Why Jet Engines Aren’t “Made In China” by Aakash Japi (Substack)

“Second-generation alloys added rhenium for creep resistance, a metal so rare its annual world production is fifty tons. Third-generation alloys doubled the rhenium content, which improved temperature capability but created brittleness under load, so the most recent iteration adds ruthenium, an ever rarer metal only produced as part of South African platinum mining.
“The biggest complication here is yield. During the single-crystal casting process, dozens of variables need to be maintained within very small tolerances. Any disturbances during the process, any imperfections in the base material, any trace dissolved gases during nucleation, and you have micro-grains that cause the blade to fail certification. Established manufacturers still only reach 50-70% yield; a new entrant would be in the low tens for years.
“[…] turbine blades, as complex as they are, form just one component of a jet engine.

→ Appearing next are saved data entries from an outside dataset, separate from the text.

// TestMultigridGuess checks the full-multigrid pass on an initial guess: on the φ system and on
// the ψ system of each passage it must cut the error of the system's own initial guess (root mean
// square, against a converged solve), leave a converged solution where it is, solve a system
// small enough for the direct solve outright, and allocate nothing once it has run.
func TestMultigridGuess(t *testing.T) {
	// minGain is the error reduction asked for. Measured at 40k cells: 650 to 1200 on the
	// channel with a cylinder, 68 (φ) and 5.5 (ψ) on the step, 5.6 (φ) and 68 (ψ) on the foil,
	// where the error left sits at the re-entrant corner and the trailing edge, which no
	// coarse grid resolves. A pass costs about half a V-cycle; a broken one gains about 1.
	const minGain = 4
	residual := func(a *GridMatrix, x, b []float64) float64 {
		r := make([]float64, len(b))
		a.MulVecTo(r, x)
		for i := range r {
			r[i] = b[i] - r[i]
		}
		return floats.Norm(r, 2)
	}
	// diff is the root-mean-square difference: the max norm would judge the pass by the few
	// nodes at a re-entrant corner or a trailing edge, which no interpolation resolves.
	diff := func(x, y []float64) float64 {
		return floats.Distance(x, y, 2) / math.Sqrt(float64(len(x)))
	}
	for _, p := range mgPassages {
		psi := p.psi(t, 40000)
		phi, err := AssemblePhi(psi.Mesh, psi.BC, nil, nil)
		if err != nil {
			t.Fatal(err)
		}
		for _, c := range []struct {
			name      string
			a         *GridMatrix
			b         []float64
			nodes     []int32
			guess     func([]float64)
			symmetric bool
		}{
			{"phi", phi.A, phi.B, phi.Nodes, phi.InitialGuess, true},
			{"psi", psi.A, psi.B0, psi.Nodes, psi.initialGuess, false},
		} {
			mg, err := NewMultigrid(c.a, psi.Mesh.Grid, c.nodes, MGOptions{Symmetric: c.symmetric})
			if err != nil {
				t.Fatal(err)
			}
			exact := make([]float64, c.a.N)
			solve := BiCGStab
			if c.symmetric {
				solve = CG
			}
			if _, err := solve(context.Background(), c.a, c.b, exact, mg, &Settings{Tolerance: 1e-11}); err != nil {
				t.Fatal(err)
			}
			x := make([]float64, c.a.N)
			c.guess(x)
			before := diff(x, exact)
			mg.Guess(x, c.b)
			after := diff(x, exact)
			if !(after*minGain <= before) {
				t.Errorf("%s %s: error %.3g after the pass, from %.3g: got a gain of %.3g, want at least %d", p.name, c.name, after, before, before/after, minGain)
			}
			// A converged solution stays where it is: its residual is 1e-11 of ‖b‖.
			x = slices.Clone(exact)
			mg.Guess(x, c.b)
			if d, norm := diff(x, exact), floats.Norm(exact, math.Inf(1)); d > 1e-9*norm {
				t.Errorf("%s %s: the pass moved a converged solution by %.3g (rms; max norm of the solution %.3g), want at most 1e-9 of it", p.name, c.name, d, norm)
			}
			if got := testing.AllocsPerRun(3, func() { mg.Guess(x, c.b) }); got != 0 {
				t.Errorf("%s %s: got %v allocations per pass, want 0", p.name, c.name, got)
			}
		}
	}
	t.Run("direct", func(t *testing.T) {
		sys := mgPassageCylinder.psi(t, 300)
		mg, err := NewMultigrid(sys.A, sys.Mesh.Grid, sys.Nodes, MGOptions{Coarsest: 1 << 20})
		if err != nil {
			t.Fatal(err)
		}
		x := make([]float64, sys.A.N)
		mg.Guess(x, sys.B0)
		// residualTol allows for the rounding of the dense solve.
		const residualTol = 1e-12
		if r := residual(sys.A, x, sys.B0); r > residualTol*floats.Norm(sys.B0, 2) {
			t.Errorf("residual %.3g after the direct solve, want at most %g of ‖b‖", r, residualTol)
		}
	})
	t.Run("lengths", func(t *testing.T) {
		sys := mgPassageCylinder.psi(t, 2000)
		mg, err := NewMultigrid(sys.A, sys.Mesh.Grid, sys.Nodes, MGOptions{})
		if err != nil {
			t.Fatal(err)
		}
		expectPanic(t, "len(x) = 3", func() { mg.Guess(make([]float64, 3), sys.B0) })
	})
}

// TestMultigridScratch checks that a hierarchy formed in set-up scratch gives the same V-cycle,
// bit for bit, as one that allocates, with scratch large enough for every level, for the first
// level alone and for none, and that it keeps no hold on the scratch: the caller's overwriting it
// afterwards changes nothing.
func TestMultigridScratch(t *testing.T) {
	sys := mgPassageStep.psi(t, 16000)
	spd := mgSPD(sys)
	for _, c := range psiAndSPD(sys.A.CSR(), spd) {
		vcycle := func(scratch []float64) []float64 {
			mg, err := NewMultigrid(c.a, sys.Mesh.Grid, sys.Nodes, MGOptions{Symmetric: c.symmetric, Scratch: scratch})
			if err != nil {
				t.Fatal(err)
			}
			for i := range scratch {
				scratch[i] = math.NaN()
			}
			x := make([]float64, c.a.N)
			if err := mg.PreconSolve(x, sys.B0); err != nil {
				t.Fatal(err)
			}
			return x
		}
		want := vcycle(nil)
		g := sys.Mesh.Grid
		first := 9 * (g.NX/2 + 4) * (g.NY/2 + 4) // the first coarse level's padded nodes
		for _, size := range []int{7 * c.a.N, first, first - 1, 10} {
			scratch := make([]float64, size)
			for i := range scratch {
				scratch[i] = math.Inf(1) // set-up must clear what it takes
			}
			got := vcycle(scratch)
			for q := range got {
				if math.Float64bits(got[q]) != math.Float64bits(want[q]) {
					t.Fatalf("%s, scratch of %d values: V-cycle gives %v at %d, want %v (no scratch), bit for bit", c.name, size, got[q], q, want[q])
				}
			}
		}
	}
}

// TestMultigridUniformSameBits checks that copying the template row into the uniform coarse
// nodes gives every coarse operator, bit for bit, that the general Galerkin sums give, on the ψ
// system and a symmetric one of each passage, and that there are uniform nodes to copy into.
func TestMultigridUniformSameBits(t *testing.T) {
	defer func() { galerkinUniform = true }()
	for _, p := range mgPassages {
		sys := p.psi(t, 40000)
		for _, c := range psiAndSPD(sys.A.CSR(), mgSPD(sys)) {
			for _, ow := range []bool{false, true} {
				build := func(uniform bool) (*Multigrid, int) {
					galerkinUniform = uniform
					mg, err := NewMultigrid(c.a, sys.Mesh.Grid, sys.Nodes, MGOptions{Symmetric: c.symmetric, OperatorWeights: ow})
					if err != nil {
						t.Fatal(err)
					}
					return mg, mg.levels[0].uniformNodes
				}
				want, _ := build(false)
				got, copied := build(true)
				if copied < c.a.N/8 {
					t.Errorf("%s %s: %d uniform coarse nodes, want at least %d (most of the first level)", p.name, c.name, copied, c.a.N/8)
				}
				for l, lv := range got.levels[:len(got.levels)-1] {
					for k := range lv.st {
						if lv.st[k] != want.levels[l].st[k] || math.Float64bits(lv.invD[k]) != math.Float64bits(want.levels[l].invD[k]) {
							t.Fatalf("%s %s (operator weights %v), level %d, node %d: got %v, want %v (general sums), bit for bit", p.name, c.name, ow, l, k, lv.st[k], want.levels[l].st[k])
						}
					}
				}
			}
		}
	}
}

// TestMultigridFusedSameBits checks that the fused passes of the finest level, serial or split
// into chunks, compute exactly what the separate steps compute, with one, two and three sweeps.
func TestMultigridFusedSameBits(t *testing.T) {
	sys := mgPassageStep.psi(t, 16000)
	spd := mgSPD(sys)
	defer runtime.GOMAXPROCS(runtime.GOMAXPROCS(0))
	for _, c := range psiAndSPD(sys.A.CSR(), spd) {
		for smooth := 1; smooth <= 3; smooth++ {
			for _, ow := range []bool{false, true} {
				mg, err := NewMultigrid(c.a, sys.Mesh.Grid, sys.Nodes, MGOptions{Symmetric: c.symmetric, Smooth: smooth, OperatorWeights: ow})
				if err != nil {
					t.Fatal(err)
				}
				fusedSameBits(t, fmt.Sprintf("%s, %d sweeps, operator weights %v", c.name, smooth, ow), mg, sys.B0)
			}
		}
	}
}

// fusedSameBits checks that mg's fused V-cycle, on 1, 2 and 5 goroutines, gives the bits of its
// separate steps on one.
func fusedSameBits(t *testing.T, name string, mg *Multigrid, b []float64) {
	t.Helper()
	mg.minParallel = 0
	want := make([]float64, len(b))
	runtime.GOMAXPROCS(1)
	mg.unfused = true
	if err := mg.PreconSolve(want, b); err != nil {
		t.Fatal(err)
	}
	mg.unfused = false
	got := make([]float64, len(b))
	for _, procs := range []int{1, 2, 5} {
		runtime.GOMAXPROCS(procs)
		if err := mg.PreconSolve(got, b); err != nil {
			t.Fatal(err)
		}
		for q := range got {
			if math.Float64bits(got[q]) != math.Float64bits(want[q]) {
				t.Fatalf("%s, GOMAXPROCS %d: fused V-cycle gives %v at %d, want %v (separate steps), bit for bit", name, procs, got[q], q, want[q])
			}
		}
	}
}

// mgNinePoint returns the bilinear finite-element Laplacian (8/3 on the diagonal, −1/3 to all
// eight neighbours) on the nodes of an nx × ny grid outside a hole, with the nodes beyond the
// grid and in the hole held at zero: a symmetric positive definite nine-point matrix.
func mgNinePoint(nx, ny int, hole func(i, j int) bool) (*CSR, mesh.Grid, []int32) {
	g := mesh.Grid{H: 1, NX: nx, NY: ny}
	unknown := make([]int, g.Len())
	var nodes []int32
	for k := range unknown {
		unknown[k] = -1
		if !hole(k%nx, k/nx) {
			unknown[k] = len(nodes)
			nodes = append(nodes, int32(k))
		}
	}
	bld := NewBuilder(len(nodes), 9*len(nodes))
	for u, k := range nodes {
		i, j := int(k)%nx, int(k)/nx
		bld.Add(u, 8.0/3)
		for dj := -1; dj <= 1; dj++ {
			for di := -1; di <= 1; di++ {
				ni, nj := i+di, j+dj
				if (di != 0 || dj != 0) && ni >= 0 && ni < nx && nj >= 0 && nj < ny && unknown[g.Index(ni, nj)] >= 0 {
					bld.Add(unknown[g.Index(ni, nj)], -1.0/3)
				}
			}
		}
		bld.EndRow()
	}
	return bld.CSR(), g, nodes
}

// TestMultigridSmootherVariants runs the paths the ψ and φ systems do not take by default: two
// sweeps per side, and nine-point rows on the finest level (four colours there).
func TestMultigridSmootherVariants(t *testing.T) {
	rng := rand.New(rand.NewPCG(2, 7))
	hole := func(i, j int) bool { return (i-60)*(i-60)+(j-25)*(j-25) < 100 }
	nine, g9, nodes9 := mgNinePoint(161, 51, hole)
	sys := mgPassageCylinder.psi(t, 16000)
	for _, c := range []struct {
		name      string
		a         *CSR
		g         mesh.Grid
		nodes     []int32
		o         MGOptions
		colours   int
		symmetric bool
	}{
		{"psi two sweeps", sys.A.CSR(), sys.Mesh.Grid, sys.Nodes, MGOptions{Smooth: 2}, 2, false},
		{"nine-point", nine, g9, nodes9, MGOptions{Symmetric: true}, 4, true},
		{"nine-point two sweeps", nine, g9, nodes9, MGOptions{Symmetric: true, Smooth: 2}, 4, true},
	} {
		mg, err := NewMultigrid(c.a, c.g, c.nodes, c.o)
		if err != nil {
			t.Fatal(err)
		}
		if mg.fine.ncolour != c.colours {
			t.Errorf("%s: %d colours on the finest level, want %d", c.name, mg.fine.ncolour, c.colours)
		}
		b := randVec(rng, c.a.N)
		x := make([]float64, c.a.N)
		var st Stats
		if c.symmetric {
			if asym := mgAsymmetry(mg, randVec(rng, c.a.N), randVec(rng, c.a.N)); asym > 1e-12 {
				t.Errorf("%s: asymmetry %.3g, want <= 1e-12 (rounding)", c.name, asym)
			}
			st, err = CG(context.Background(), c.a, b, x, mg, nil)
		} else {
			st, err = BiCGStab(context.Background(), c.a, b, x, mg, nil)
		}
		if err != nil {
			t.Fatalf("%s: %v", c.name, err)
		}
		if st.Iterations > mgMaxIterations {
			t.Errorf("%s: %d iterations, want <= %d", c.name, st.Iterations, mgMaxIterations)
		}
	}
}

func TestMultigridRejects(t *testing.T) {
	rng := rand.New(rand.NewPCG(6, 6))
	none := func(i, j int) bool { return false }
	t.Run("far coupling", func(t *testing.T) {
		a, g, nodes := mgRandomGrid(rng, 30, 30, none)
		a.Col[a.RowPtr[100]] = int32(100 + 2*30) // two rows up
		slices.Sort(a.Col[a.RowPtr[100]:a.RowPtr[101]])
		if _, err := NewMultigrid(a, g, nodes, MGOptions{Coarsest: 10}); err == nil {
			t.Error("no error for a coupling two grid steps away")
		}
	})
	t.Run("wrapped coupling", func(t *testing.T) {
		// Node (29, 3) coupled to node (0, 4): one index apart, across the grid's edge.
		a, g, nodes := mgRandomGrid(rng, 30, 30, none)
		u := 3*30 + 29
		lo, hi := a.RowPtr[u], a.RowPtr[u+1]
		a.Col[hi-1] = int32(u + 1)
		slices.Sort(a.Col[lo:hi])
		if _, err := NewMultigrid(a, g, nodes, MGOptions{Coarsest: 10}); err == nil {
			t.Error("no error for a coupling across the grid's edge")
		}
	})
	t.Run("diagonal", func(t *testing.T) {
		a, g, nodes := mgRandomGrid(rng, 30, 30, none)
		for k := a.RowPtr[7]; k < a.RowPtr[8]; k++ {
			if a.Col[k] == 7 {
				a.Val[k] = -1
			}
		}
		if _, err := NewMultigrid(a, g, nodes, MGOptions{Coarsest: 10}); err == nil {
			t.Error("no error for a negative diagonal entry")
		}
	})
	a, g, nodes := mgRandomGrid(rng, 10, 10, none)
	expectPanic(t, "len(nodes)", func() { _, _ = NewMultigrid(a, g, nodes[1:], MGOptions{}) })
	swapped := slices.Clone(nodes)
	swapped[3], swapped[4] = swapped[4], swapped[3]
	expectPanic(t, "non-decreasing", func() { _, _ = NewMultigrid(a, g, swapped, MGOptions{}) })
	expectPanic(t, "outside", func() { _, _ = NewMultigrid(a, mesh.Grid{NX: 5, NY: 5}, nodes, MGOptions{}) })
	expectPanic(t, "must be >= 0", func() { _, _ = NewMultigrid(a, g, nodes, MGOptions{Smooth: -1}) })
	mg, err := NewMultigrid(a, g, nodes, MGOptions{Coarsest: 10})
	if err != nil {
		t.Fatal(err)
	}
	x := make([]float64, a.N)
	expectPanic(t, "len(dst)", func() { _ = mg.PreconSolve(x[1:], x) })
	expectPanic(t, "same slice", func() { _ = mg.PreconSolve(x, x) })
}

A complete engine has over 40,000 parts, each of which operates under similarly extreme conditions that stretch the boundaries of conventional fabrication, and consequently, has its own exotic material composition and manufacturing process, optimized through decades of continuous engineering effort.
“China’s first fifth-generation fighter, the Chengdu J-20B, relied on a thirty-year old Russian AL-31 for a full decade until its domestic WS-15 program, which was started in the 1990s, was deemed ready for production. Even then, it’s projected to be far behind the Pratt & Whitney F135, the F-35’s engine, in durability, reliability, and efficiency. Its other fighter uses an outdated, 20-year-old Chinese engine.”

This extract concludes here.